Postdoctoral position: deep neural networks for source separation and noise-robust ASR



(Apologies for any cross-posting - Please forward to anyone that may be interested)

POSTDOCTORAL POSITION

*SUBJECT*: Deep neural networks for source separation and noise-robust ASR
*LAB*: PAROLE team, Inria Nancy, France
*SUPERVISORS*: Antoine Liutkus (antoine.liutkus@xxxxxxxx) and Emmanuel Vincent (emmanuel.vincent@xxxxxxxx)
*START*: between November 2014 and January 2015
*DURATION*: 12 to 16 months
*TO APPLY*: apply online before June 10 at http://www.inria.fr/en/institute/recruitment/offers/post-doctoral-research-fellowships/post-doctoral-research-fellowships/campaign-2014/%28view%29/details.html?nPostingTargetID=13790 (earlier application is preferred)

Inria is the biggest European public research institute dedicated to computer science. The PAROLE team in INRIA Nancy, France, gathers 20+ speech scientists with a growing focus on speech enhancement and noise-robust speech recognition exemplified by the organization of the CHiME Challenge [1] and ISCA's Robust Speech Processing SIG [2].

The boom of speech interfaces for handheld devices requires automatic speech recognition (ASR) system to deal with a wide variety of acoustic conditions. Recent research has shown that Deep Neural Networks (DNNs) are very promising for this purpose. Most approaches now focus on clean, single-source conditions [3]. Despite a few attempts to employ DNNs for source separation [4,5,6], conventional source separation techniques such as [7] still outperform DNNs in real-world conditions involving multiple noise sources [8]. The proposed postdoctoral position aims to overcome this gap by incorporating the benefits of conventional source separation techniques into DNNs.

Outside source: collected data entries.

impl Step {
    /// The precision a date needs to be placed at this step.
    fn needs(self) -> Precision {
        match self {
            Step::Day => Precision::Day,
            Step::Month | Step::Quarter => Precision::Month,
            Step::Years(_) => Precision::Year,
        }
    }

    /// The period number of a date precise enough for this step.
    fn period(self, date: &CalendarDate) -> i64 {
        let year = i64::from(date.year);
        let month = i64::from(date.month.unwrap_or(1));
        match self {
            Step::Day => days_from_epoch(date.year, date.month.unwrap_or(1), date.day.unwrap_or(1)),
            Step::Month => year * 12 + month - 1,
            Step::Quarter => year * 4 + (month - 1) / 3,
            Step::Years(n) => year.div_euclid(i64::from(n)),
        }
    }

    /// The label of period number `period`.
    fn label(self, period: i64) -> String {
        match self {
            Step::Day => {
                let (year, month, day) = date_from_days(period);
                format!("{year:04}-{month:02}-{day:02}")
            }
            Step::Month => format!("{:04}-{:02}", period.div_euclid(12), period.rem_euclid(12) + 1),
            Step::Quarter => format!("{:04} Q{}", period.div_euclid(4), period.rem_euclid(4) + 1),
            Step::Years(1) => format!("{period:04}"),
            Step::Years(n) => {
                let first = period * i64::from(n);
                format!("{first:04}–{:04}", first + i64::from(n) - 1)
            }
        }
    }

    /// A word for the step, for captions.
    pub fn name(self) -> String {
        match self {
            Step::Day => "day".into(),
            Step::Month => "month".into(),
            Step::Quarter => "quarter".into(),
            Step::Years(1) => "year".into(),
            Step::Years(n) => format!("{n} years"),
        }
    }
}

/// A time axis over a set of dates: the step and the periods from the
/// earliest date to the latest (empty periods included, so the axis is
/// linear in time).
#[derive(Clone, Debug, PartialEq)]
pub struct Timeline {
    pub step: Step,
    first: i64,
    /// One label per period.
    pub labels: Vec<String>,
}
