//! Fuzz target `corpus_file`: see `themata::testbed::fuzz_checks::corpus_file`.
#![no_main]

use libfuzzer_sys::fuzz_target;

fuzz_target!(|bytes: &[u8]| themata_fuzz::fuzz_checks::corpus_file(bytes));
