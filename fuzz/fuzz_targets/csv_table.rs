//! Fuzz target `csv_table`: see `themata::testbed::fuzz_checks::csv_table`.
#![no_main]

use libfuzzer_sys::fuzz_target;

fuzz_target!(|bytes: &[u8]| themata_fuzz::fuzz_checks::csv_table(bytes));
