//! Fuzz target `json_lines`: see `themata::testbed::fuzz_checks::json_lines`.
#![no_main]

use libfuzzer_sys::fuzz_target;

fuzz_target!(|bytes: &[u8]| themata_fuzz::fuzz_checks::json_lines(bytes));
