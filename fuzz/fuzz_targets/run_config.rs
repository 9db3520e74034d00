//! Fuzz target `run_config`: see `themata::testbed::fuzz_checks::run_config`.
#![no_main]

use libfuzzer_sys::fuzz_target;

fuzz_target!(|bytes: &[u8]| themata_fuzz::fuzz_checks::run_config(bytes));
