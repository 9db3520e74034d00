//! What people and tools read: topics with their top words, document
//! mixtures, and how numbers and text fields are printed. Each output shape
//! is its own type; the writers render them as an aligned table, TSV or
//! JSON.
//!
//! - `topics`: each topic's heaviest words with their weights.
//! - `documents`: each document's topic shares, cut down to the topics worth
//!   reading, in a long or a wide layout.
//! - `numbers`: significant digits and TSV escapes, shared by every writer.
//! - `html`: the self-contained HTML report; `export`: the tidy export
//!   tables; `dates`: the reading of document dates.

pub mod dates;
mod documents;
pub mod export;
pub mod html;
pub mod numbers;
mod topics;

pub use documents::{
    DEFAULT_MIN_SHARE, DEFAULT_WIDE_SLOTS, DocumentLayout, DocumentRow, DocumentView, ListingPlan,
    TopicSelection, TopicShare, UNPLACED, document_rows, placement_row, write_documents,
};
pub use topics::{TopicListing, WeightedWord, WordLimit, name_topics, topic_listings, write_topics};

/// How a listing is printed.
#[derive(Clone, Copy, Debug, Default, PartialEq, Eq, clap::ValueEnum, serde::Deserialize)]
#[serde(rename_all = "lowercase")]
pub enum ListingFormat {
    /// Aligned columns for reading.
    #[default]
    Table,
    /// Tab-separated values with a header line.
    Tsv,
    /// One JSON document.
    Json,
}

This includes for instance the ability to exploit multichannel data and different characteristics for separation and for ASR. Performance will be assessed over readily available real-world noisy speech corpora such as CHiME [1].

Prospective candidates should have defended a PhD in 2013 or defend a PhD in 2014 in the area of speech processing, machine learning, signal processing or applied statistics. Proficient programming in Matlab, Python or C++ is necessary. Practice of DNN/ASR software (Theano, Kaldi) would be an asset.

[1] http://spandh.dcs.shef.ac.uk/chime_challenge/

[2] https://wiki.inria.fr/rosp/

[3] G. Hinton, L. Deng, D. Yu, G. Dahl, A.-R. Mohamed, N. Jaitly, A. Senior, V. Vanhoucke, P. Nguyen, T. Sainath, and B. Kingsbury, "Deep neural networks for acoustic modeling in speech recognition", IEEE Signal Processing Magazine, 2012.

[4] S.J. Rennie, P. Fousek, and P.L. Dognin, "Factorial Hidden Restricted Boltzmann Machines for noise robust speech recognition", in Proc. ICASSP, 2012.

[5] A.L. Maas, T.M. O’Neil, A.Y. Hannun, and A.Y. Ng, "Recurrent neural network feature enhancement: The 2nd CHiME Challenge", in Proc. CHiME, 2013.

[6] Y. Wang and D. Wang. "Towards scaling up classification-based speech separation”, IEEE Transactions on Audio, Speech and Language Processing, 2013.

[7] A. Ozerov, E. Vincent, and F. Bimbot, "A general flexible framework for the handling of prior information in audio source separation", IEEE Transactions on Audio, Speech and Language Processing, 2012.

[8] J. Barker, E. Vincent, N. Ma, H. Christensen, and P. Green, "The PASCAL CHiME Speech Separation and Recognition Challenge", Computer Speech and Language, 2013.